Thanks again for all your advice.

What amazes me is that you all seem to be able to get access to Drs and ask for the tests, procedures and treatments you think are needed. Here in the UK you basically get caught up in the National Health Service (NHS) machine and have no say over when you get appointments to see Drs and what they will do. Even to go to a Dr privately you have to get a refferal from your general partitioner (GP), so in that sense you are reliant on your GP as to how you can access private care. At least if you go privately you can ask for various test and treatments, on NHS you are given what the particular Dr thinks and then you are just a person “in the system” the system controls who you see and what tests and treatment you get, there is very little personal choice. For example although I saw the neurologist on 5 March and he ordered Evocked Potential tests I am still waiting for the letter telling me when these will be done. I would like some of the tests which look into autoimune issues but I cannot ask that thay are done unless this is Oked by the neurologist and so far I am pretty certain that he will "call it a day" after the Evocked Potential test, but I will ask him about autoimune issues. So the only way I could take this further if the neuro does call it a day is to opt out and go privately (and for this I need GP approval!). When I was under the care of the orthopaedic consultant (if you recall I had an injured ankle and suspected tarsal tunnel), he wanted nerve conduction studies, there was a six month waiting list so in the end I did opt to go privatly (got OK from my GP) and had the tests done within a week. I felt uncomfortable about opting for private care as the more work the same Drs do for private patients the less time they have to work in the NHS and therefore the longer the wating lists for NHS treatment. I will no doubt end up seeking further investigations and treatments privately but this makes me sad as it is not right that because I can afford to “go private” and others cannot.

I will keep battling on to get what I feel I need and deserve from the system, after all I pay for it through my taxes.

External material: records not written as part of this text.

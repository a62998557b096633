import type { ReadError, ReadErrorCode, ReadSettings } from './expression.ts';
import { type Entry, findEntry, findWord, type TokenKind } from './token-table.ts';

export interface Token {
  readonly kind: TokenKind;
  /** Digits, the letter or the function in its canonical spelling; the words of a `\text`. */
  text: string;
  start: number;
  readonly end: number;
  /** A spacing command such as `\,` stands before it. */
  readonly gap: boolean;
  /** `l` where `\left` sized it, `r` where `\right` did. */
  readonly side: string;
}

/** An error's code and, parted by blanks, what was expected. */
export type Complaint = ReadErrorCode | `${ReadErrorCode} ${string}`;

/** Most characters of a line. */
export const MOST_CHARACTERS = 4000;

/** Why the line was refused: what `refuse` threw last, never thrown beyond the reader. */
export let refusal: ReadError;

/** The line being read: one at a time, so its state is that of the module. */
export let source = '';
export let settings: ReadSettings;
export let tokens: Token[] = [];
/** The kinds of the tokens, one character each. */
export let kinds = '';
/** A run of four letters or more that names no function. */
export let hasLongRun = false;

let at = 0;
let gap = false;
let side = '';
/** Where the `\left` or its like begins that sizes the next token; null where there is none. */
let sized: number | null = null;
/** Closing braces that group nothing. */
let passedOver: number[];

/** Cuts a line into tokens; the last one is the end of the line. Refuses what is no part of a line. */
export function tokenize(tex: string, how: ReadSettings): void {
  source = tex.slice(0, MOST_CHARACTERS);
  settings = how;
  tokens = [];
  kinds = side = '';
  sized = null;
  passedOver = [];
  hasLongRun = gap = false;
  at = 0;
  if (tex.length > MOST_CHARACTERS) refuse(`too-long ${MOST_CHARACTERS}`, MOST_CHARACTERS, tex.length);
  while (skipBlanks()) readToken();
  push('$', '', at);
}

/** Ends the reading: what is wrong from one place to another, and what was expected there. */
export function refuse(complaint: Complaint, start: number, end = at): never {
  // The blank in `\to 0` parts nothing.
  const [code, ...expected] = complaint.split(/ (?!0)/);
  throw (refusal = { code: code as ReadErrorCode, span: { start, end }, found: source.slice(start, end), expected });
}

function push(kind: TokenKind, text: string, start: number, end = at): void {
  if (sized !== null && !/[()[\]⦃⦄|⌈-⌋/‹›]/.test(kind)) refuse('missing-bracket (', sized);
  tokens.push({ kind, text, start: sized ?? start, end, gap, side });
  kinds += kind;
  gap = false;
  side = '';
  sized = null;
}

/** Does the sticky pattern fit here? */
function sees(pattern: RegExp): boolean {
  pattern.lastIndex = at;
  return pattern.test(source);
}

/** Takes what fits the sticky pattern here; empty where nothing does. */
function take(pattern: RegExp): string {
  const start = at;
  if (sees(pattern)) at = pattern.lastIndex;
  return source.slice(start, at);
}

/** False at the end of the line. */
function skipBlanks(): boolean {
  for (;;) {
    const code = source.charCodeAt(at);
    // A blank, or one of the controls from tab to return.
    if (code !== 32 && !(code > 8 && code < 14)) return at < source.length;
    at += 1;
  }
}

/** The braced text after a command, without its braces; a single character or command where there are none. */
function rawArgument(): string {
  skipBlanks();
  const start = at;
  if (!take(/\{/y)) return take(/\\(?:[a-zA-Z]+|[^])|[^]/y);
  for (let depth = 1; depth > 0;) {
    const piece = take(/\\?[^]/y);
    if (!piece) refuse('missing-bracket }', start);
    if (piece === '{') depth += 1;
    if (piece === '}') depth -= 1;
  }
  return source.slice(start + 1, at - 1);
}

function readToken(): void {
  const start = at;
  if (isLetter(source.charCodeAt(at))) readWords(start);
  else if (isDigit(at) || (source[at] === '.' && isDigit(at + 1))) readNumber(start);
  else if (source[at] === '}' && passedOver.includes(at)) at += 1;
  else readSign(start);
}

function isLetter(code: number): boolean {
  return (code > 64 && code < 91) || (code > 96 && code < 123);
}

function isDigit(place: number): boolean {
  const code = source.charCodeAt(place);
  return code > 47 && code < 58;
}

/** `\left`, `\mright`, `\middle`, `\big`, `\Biggl` and their like. */
const SIZED = /^\\(?:m?(l)eft|m?(r)ight|middle|[bB]igg?(?:([lr])|m)?)$/;

const SIGN = /\\(?:[a-zA-Z]+|[^]?)|\*\*|[=<>:]=|[=-]>|[⁰¹²³⁴-⁹]+|[^]/uy;

/** A command, or a sign of one or two characters. */
function readSign(start: number): void {
  const char = source[start]!;
  const isPair = '=>*'.includes(source.charAt(at + 1));
  const name = isPair || char === '\\' || char > '~' ? take(SIGN) : source[at++]!;
  const entry = findEntry(name) ?? (/^\\?\s/.test(name) ? findEntry('~') : undefined);
  if (entry) return readEntry(entry, name, start);
  const sides = SIZED.exec(name);
  const typed = name.normalize('NFKD');
  if (sides) readSized(sides.slice(1).join(''), start);
  else if (/^[⁰¹²³⁴-⁹]/.test(name)) push('²', typed, start);
  else if (/^[¼-¾⅓-⅞]/.test(name)) push('F', typed, start);
  else refuse(name.startsWith('\\') ? 'unknown-command' : 'unknown-character', start);
}

/** What may stand before the argument of a command. */
const OPTIONS: Partial<Record<TokenKind, RegExp>> = {
  H: /\s*\[[^\]]*\]/y,
  M: /\*/y,
  N: /\[-?[\d.]+ *[a-z]{2}\]/y,
};

/** What the argument of a command has to be, and what is said where it is not. */
const ARGUMENTS: Partial<Record<TokenKind, readonly [RegExp, Complaint]>> = {
  A: [/^(?:\\?[a-zA-Z]|\\[a-zA-Z]+)$/, 'unknown-command letter'],
  D: [/^[RZNQC]$/, 'unknown-command \\R'],
  n: [/^(?:=|\\in)$/, 'unknown-command \\ne'],
};

function readEntry({ kind, text }: Entry, name: string, start: number): void {
  if (!'hABDEHMNSTXn~'.includes(kind)) return push(kind, text, start);
  const options = OPTIONS[kind];
  if (options) take(options);
  const argument = 'NSX~'.includes(kind) ? '' : rawArgument().trim();
  const must = ARGUMENTS[kind];
  if (must && !must[0].test(argument)) refuse(must[1], start);
  switch (kind) {
    case 'S':
    case 'h':
      return;
    case '~':
      gap = true;
      return;
    case 'X':
      return passOver();
    case 'M':
      return readStyled(argument, name, start);
    case 'A':
      return push('a', `${name}{${argument}}`, start);
    case 'D':
      return push('ℝ', argument, start);
    case 'n':
      return push(argument === '=' ? '≠' : '∉', '', start);
  }
  if (kind === 'B' && argument === 'array') rawArgument();
  push(kind, argument, start);
}

/** `\boxed{..}` and `\cancel{..}` only adorn what they hold: their braces are passed over. */
function passOver(): void {
  const from = at;
  rawArgument();
  if (source[at - 1] === '}') passedOver.push(at - 1);
  at = source[from] === '{' ? from + 1 : from;
}

/** `\left(`: the delimiter carries its side and the span of both. */
function readSized(found: string, start: number): void {
  skipBlanks();
  sized = start;
  if (take(/\./y)) push(found === 'l' ? '‹' : '›', '', start);
  else side = found;
}

/** `\mathrm{..}` and `\operatorname{..}`: a function, an upright d, e or i, or one letter. */
function readStyled(argument: string, style: string, start: number): void {
  const word = argument.replace(/\s|\\[,;:! ]/g, '');
  const entry = findEntry(`\\${word}`);
  if (/^[ei]$/.test(word) && style !== '\\mathit') push(word, word, start);
  else if (/^[a-zA-Z]$/.test(word)) push('a', word, start);
  else if (entry && 'flL∨∧'.includes(entry.kind)) push(entry.kind, entry.text, start);
  else refuse('unknown-command', start);
}

const PHRASE = /(?:no (?:real )?solutions?|all real(?: numbers)?|always true)(?![a-z])|let(?= )/iy;
/** The short names are found before one more letter, as in `sinx`; any name before what it applies to. */
const SHORT = /^(?:sin|cos|tan|ln|log|sqrt)(?=.$)/;
/** These are words only where they stand alone. */
const ALONE = /^(?:or|and|pi|infinity)$/;

/** Letters typed without a backslash: a word that names a function or joins statements, else one letter each. */
function readWords(start: number): void {
  do at += 1;
  while (isLetter(source.charCodeAt(at)));
  const end = at;
  // `\frac lg` is l over g: without braces a fraction takes single letters.
  if (end === start + 1 || (/[FC]$/.test(kinds) && !tokens[tokens.length - 1]!.text.includes('⁄'))) {
    at = start + 1;
    return push('a', source[start]!, start);
  }
  at = start;
  const phrase = take(PHRASE);
  if (phrase) return push('T', phrase.toLowerCase(), start);
  at = end;
  for (let from = start; from < end - 1 && from < start + 64; from += 1) {
    const rest = source.slice(from, end);
    const isWhole = from === start || (!ALONE.test(rest) && sees(/\s*(?:[(^_\d]|\\left)/y));
    const name = isWhole && findWord(rest) ? rest : SHORT.exec(rest)?.[0];
    if (!name) continue;
    const { kind, text } = findWord(name)!;
    const behind = from + name.length;
    pushLetters(start, from);
    push(kind, text, from, behind);
    return pushLetters(behind, end);
  }
  if (end > start + 3) hasLongRun = true;
  pushLetters(start, end);
}

function pushLetters(from: number, to: number): void {
  for (let place = from; place < to; place += 1) push('a', source[place]!, place, place + 1);
}

/** A group of three digits, and the decimal mark where decimals follow, as the class writes them. */
const MARKS = {
  point: { group: /(?:\\,|\{,\})\d{3}(?!\d)/y, decimal: /(?:\.|\{\.\})(?=\d|\\(?:overline|dot|bar))/y },
  comma: { group: /(?:\\,|\.|\{\.\})\d{3}(?!\d)/y, decimal: /(?:,|\{,\})(?=\d|\\(?:overline|dot|bar))/y },
};

/**
 * A number, as `12`, `3.5` or `0.1(6)` in the token's text: digits that are displayed next to each other belong
 * together, so blanks between them do not count, and `{,}` or `\,` may group thousands.
 */
function readNumber(start: number): void {
  const { group, decimal } = MARKS[settings.decimal];
  let text = digits() || '0';
  for (let more = text.length < 4; more;) {
    const three = take(group).slice(-3);
    text += three;
    more = three !== '';
  }
  if (take(decimal)) {
    text += '.' + digits() + repeating();
    if (take(/\.\./y)) refuse('bad-number', start);
  } else if (take(/\.(?=\d)/y)) refuse('bad-number ,', start);
  push('0', text, start);
}

/** Digits up to the first other character; blanks are jumped over only when a digit follows. */
function digits(): string {
  return take(/(?:[ \t-\r]*\d)+/y).replace(/\s/g, '');
}

/** `\overline{36}`, `\dot3` or `\dot1 4\dot7` after the decimal point, as `(36)`. */
function repeating(): string {
  const start = at;
  const mark = take(/\\(?:overline|dot|bar)/y);
  if (!mark) return '';
  let period = rawArgument().trim();
  if (mark === '\\dot') {
    const between = digits();
    if (take(/\\dot/y)) period += between + rawArgument().trim();
    else if (between) refuse('bad-number \\dot', start);
  }
  if (!/^\d{1,200}$/.test(period)) refuse('bad-number \\overline{3}', start);
  return `(${period})`;
}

Don't get me wrong, the NHS is a great thing if you have a life threatening condition or one which has a name and a defined path of diagnosis and treatment, but for something like PN, and no doubt this applies to other hard to diagnose chronic conditions, I am fast discovering that there is an unwillingness to really offer a full range of tests and treatments. The NHS is underfunded and it is all a bit of a postcode lottery, that is if you happen to live in an area where there are Drs with particular specialisms you are lucky and if you don't then .......I could break into a rant about the politics and our government's ineptitude in running the NHS but as most of you hail from the US it probablely wouldn't mean much to ya all.

It is just interesting to me that heath care in UK is hailed as the greatest and that we should be grateful we have it and that is much better that the system in the US, but from what I read here you all seem to get the better deal!

Anyway, I cannot tell you how glad I am to have found you all, I still feel a bit like an interuder into your “PN community” but I intend to “stick around”.